- TASK OBJECTIVE: The response must contain every line below in which "nonnpy" appears.

(Saved data entries)
● ● ● ●
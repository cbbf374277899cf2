"""Data mutants for benchmarks/fuzz.py: broken calibration / validation sets.

Transformation: (demo calib.npz or val.npz arrays, seeded rng) -> a hostile .npz, .npy or .npy folder in a
case folder. Container damage (zip bytes, deflate streams, encryption flags, compression methods, zip bombs,
.npy headers) and content damage (dtypes, shapes, NaN/Inf, labels, expected values, extra or missing arrays), plus
special files (FIFOs, /dev/zero, symlinks, sub-folders, names with rich markup; fuzz_data_content.py). Every
mutation is a small function ``(arrays, rng, ctx) -> Path`` registered in MUTATIONS.
"""
from __future__ import annotations

import os
import random
import struct
import warnings
import zipfile
from pathlib import Path

import fuzz_data_content as content
import numpy as np
from fuzz_npz import FIXED_TIME, DataCtx, build_bomb, npy_bytes, npy_raw, patch_headers, place, write_npz

__all__ = ["MUTATIONS", "DataCtx", "build_bomb", "make_data_mutant"]

# ---------------------------------------------------------------- container damage


def zip_bytes(arrays, rng, ctx):
    data = bytearray((write_npz(arrays, ctx.work / "tmp.npz")).read_bytes())
    os.unlink(ctx.work / "tmp.npz")
    style = rng.choice(("flip", "truncate", "zero", "insert", "delete", "header"))
    i = rng.randrange(len(data))
    if style == "flip":
        for _ in range(rng.choice((1, 4, 32))):
            data[rng.randrange(len(data))] ^= 1 << rng.randrange(8)
    elif style == "truncate":
        data = data[: rng.choice((4, 22, 30, 100, i))]
    elif style == "zero":
        k = rng.choice((4, 64, 4096))
        data[i : i + k] = bytes(len(data[i : i + k]))
    elif style == "insert":
        data[i:i] = rng.randbytes(rng.randint(1, 64))
    elif style == "delete":
        del data[i : i + rng.randint(1, 256)]
    else:  # damage the first .npy header inside the archive
        j = data.find(b"{'descr'")
        data[j + rng.randrange(60)] = rng.choice(b"(),:'-9xZ\x00\xff")
    path = ctx.work / "data.npz"
    path.write_bytes(bytes(data))
    return path


def deflate_corrupt(arrays, rng, ctx):
    path = write_npz(arrays, ctx.work / "data.npz", zipfile.ZIP_DEFLATED)
    data = bytearray(path.read_bytes())
    start = 30 + len("labels.npy")  # somewhere inside the first compressed stream
    for _ in range(rng.choice((1, 8, 64))):
        data[rng.randrange(start, start + 2000)] ^= rng.randint(1, 255)
    path.write_bytes(bytes(data))
    return path


def zip_encrypted(arrays, rng, ctx):
    method = rng.choice((zipfile.ZIP_STORED, zipfile.ZIP_DEFLATED))
    path = write_npz(arrays, ctx.work / "data.npz", method)
    pick = None if rng.random() < 0.5 else (lambda k: k == 0)
    path.write_bytes(bytes(patch_headers(bytearray(path.read_bytes()), flags_or=0x1, pick=pick)))
    return path


def zip_method(arrays, rng, ctx):
    path = write_npz(arrays, ctx.work / "data.npz", rng.choice((zipfile.ZIP_STORED, zipfile.ZIP_DEFLATED)))
    method = rng.choice((9, 99, 12, 14, 95, 1, 6, 8, 0, 93, 65535))  # deflate64, AES, bzip2, lzma, xz, ...
    path.write_bytes(bytes(patch_headers(bytearray(path.read_bytes()), method=method)))
    return path


def zip_bomb(arrays, rng, ctx):
    path = ctx.work / "data.npz"
    path.write_bytes(ctx.bomb.read_bytes())
    return path


def zip_size_lie(arrays, rng, ctx):
    """Central directory sizes that disagree with the member (bigger, smaller, zero)."""
    path = write_npz(arrays, ctx.work / "data.npz", rng.choice((zipfile.ZIP_STORED, zipfile.ZIP_DEFLATED)))
    data = bytearray(path.read_bytes())
    i = data.find(b"PK\x01\x02")
    field = rng.choice((20, 24))  # compressed / uncompressed size
    struct.pack_into("<I", data, i + field, rng.choice((0, 1, 0xFFFFFFFF, 2**31, 100)))
    path.write_bytes(bytes(data))
    return path


def zip_structure(arrays, rng, ctx):
    members = [(f"{k}.npy", npy_bytes(v)) for k, v in arrays.items()]
    style = rng.choice(("dup", "dir", "nonnpy", "traversal", "empty", "markup", "many", "nested_zip"))
    path = ctx.work / "data.npz"
    if style == "dup":
        members.append((members[0][0], npy_bytes(np.zeros((3, 1, 8, 8), np.float32))))
    elif style == "dir":
        members.append(("pixels.npy/", b""))
    elif style == "nonnpy":
        members.append((rng.choice(("readme.txt", "pixels.npz", "x.NPY", ".npy")), b"hello"))
    elif style == "traversal":
        members = [("../" * 3 + name, d) for name, d in members]
    elif style == "empty":
        members = []
    elif style == "markup":
        members = [("[red]" + name if name.startswith("pixels") else name, d) for name, d in members]
    elif style == "many":
        members += [(f"extra{i}.npy", npy_bytes(np.zeros(1, np.float32))) for i in range(2000)]
    else:
        inner = ctx.work / "inner.npz"
        write_npz(arrays, inner)
        members = [("pixels.npy", inner.read_bytes())]
        os.unlink(inner)
    with zipfile.ZipFile(path, "w") as zf, warnings.catch_warnings():
        warnings.simplefilter("ignore", UserWarning)  # "Duplicate name": on purpose
        for name, data in members:
            zf.writestr(zipfile.ZipInfo(name, date_time=FIXED_TIME), data)
    return path


def npy_header(arrays, rng, ctx):
    """Hand-written .npy headers: negative or enormous shapes, bad dicts, odd versions, lies about size."""
    x = arrays["pixels"]
    payload = x.tobytes()
    n = len(x)
    header = rng.choice((
        f"{{'descr': '<f4', 'fortran_order': False, 'shape': (-{n}, 1, 8, 8), }}",
        f"{{'descr': '<f4', 'fortran_order': False, 'shape': ({n}, -1, 8, -8), }}",
        "{'descr': '<f4', 'fortran_order': False, 'shape': (4611686018427387904, 1, 8, 8), }",
        "{'descr': '<f4', 'fortran_order': False, 'shape': (18446744073709551616, 1, 8, 8), }",
        f"{{'descr': '<f4', 'fortran_order': False, 'shape': ({n * 1000}, 1, 8, 8), }}",
        f"{{'descr': '<f4', 'fortran_order': True, 'shape': ({n}, 1, 8, 8), }}",
        "{'descr': '<f4', 'fortran_order': False, 'shape': (), }",
        "{'descr': '<f4', 'fortran_order': False, 'shape': (1.5, 1, 8, 8), }",
        "{'descr': '<f4', 'fortran_order': False, 'shape': 'abc', }",
        "{'descr': '<f4', 'fortran_order': False, }",
        "{'descr': 'O', 'fortran_order': False, 'shape': (2,), }",
        "{'descr': [('a', '<f4'), ('b', 'O')], 'fortran_order': False, 'shape': (2,), }",
        f"{{'descr': ('<f4', (8, 8)), 'fortran_order': False, 'shape': ({n}, 1), }}",
        "{'descr': '<f99', 'fortran_order': False, 'shape': (1,), }",
        "{'descr': '<f4', 'fortran_order': 'maybe', 'shape': (1,), }",
        "__import__('os').system('true')",
        "{'descr': '<f4', 'fortran_order': False, 'shape': (" + "1, " * 40 + "), }",
        f"{{'descr': '<f4', 'fortran_order': False, 'shape': ({n}, 1, 8, 8), 'extra': 1}}",
    ))
    version = rng.choice(((1, 0), (2, 0), (3, 0), (1, 0), (9, 9)))
    data = npy_raw(header, payload, version if version in ((1, 0), (2, 0), (3, 0)) else (1, 0))
    if version == (9, 9):
        data = data[:6] + bytes((9, 9)) + data[8:]
    where = rng.choice(("npz", "npz_deflate", "npy", "folder"))
    return place(arrays, {"pixels": data}, where, ctx)


# the order is part of a case's seed: append new mutations at the end
MUTATIONS = {
    "zip_bytes": zip_bytes, "deflate_corrupt": deflate_corrupt, "zip_encrypted": zip_encrypted,
    "zip_method": zip_method,
    "zip_bomb": zip_bomb, "zip_size_lie": zip_size_lie, "zip_structure": zip_structure, "npy_header": npy_header,
    "arr_dtype": content.arr_dtype, "arr_shape": content.arr_shape, "arr_values": content.arr_values,
    "labels_bad": content.labels_bad, "expected_bad": content.expected_bad, "arrays_names": content.arrays_names,
    "folder_special": content.folder_special, "path_special": content.path_special,
}
WEIGHTS = {"zip_bomb": 0.1, "path_special": 0.6}


def make_data_mutant(base: dict, rng: random.Random, ctx: DataCtx) -> tuple[str, Path]:
    names = list(MUTATIONS)
    name = rng.choices(names, weights=[WEIGHTS.get(n, 1.0) for n in names])[0]
    arrays = {k: np.array(v) for k, v in base.items()}
    return name, MUTATIONS[name](arrays, rng, ctx)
● ● ● ●
- SOLUTION TO THE PROBLEM:
    style = rng.choice(("dup", "dir", "nonnpy", "traversal", "empty", "markup", "many", "nested_zip"))
    elif style == "nonnpy":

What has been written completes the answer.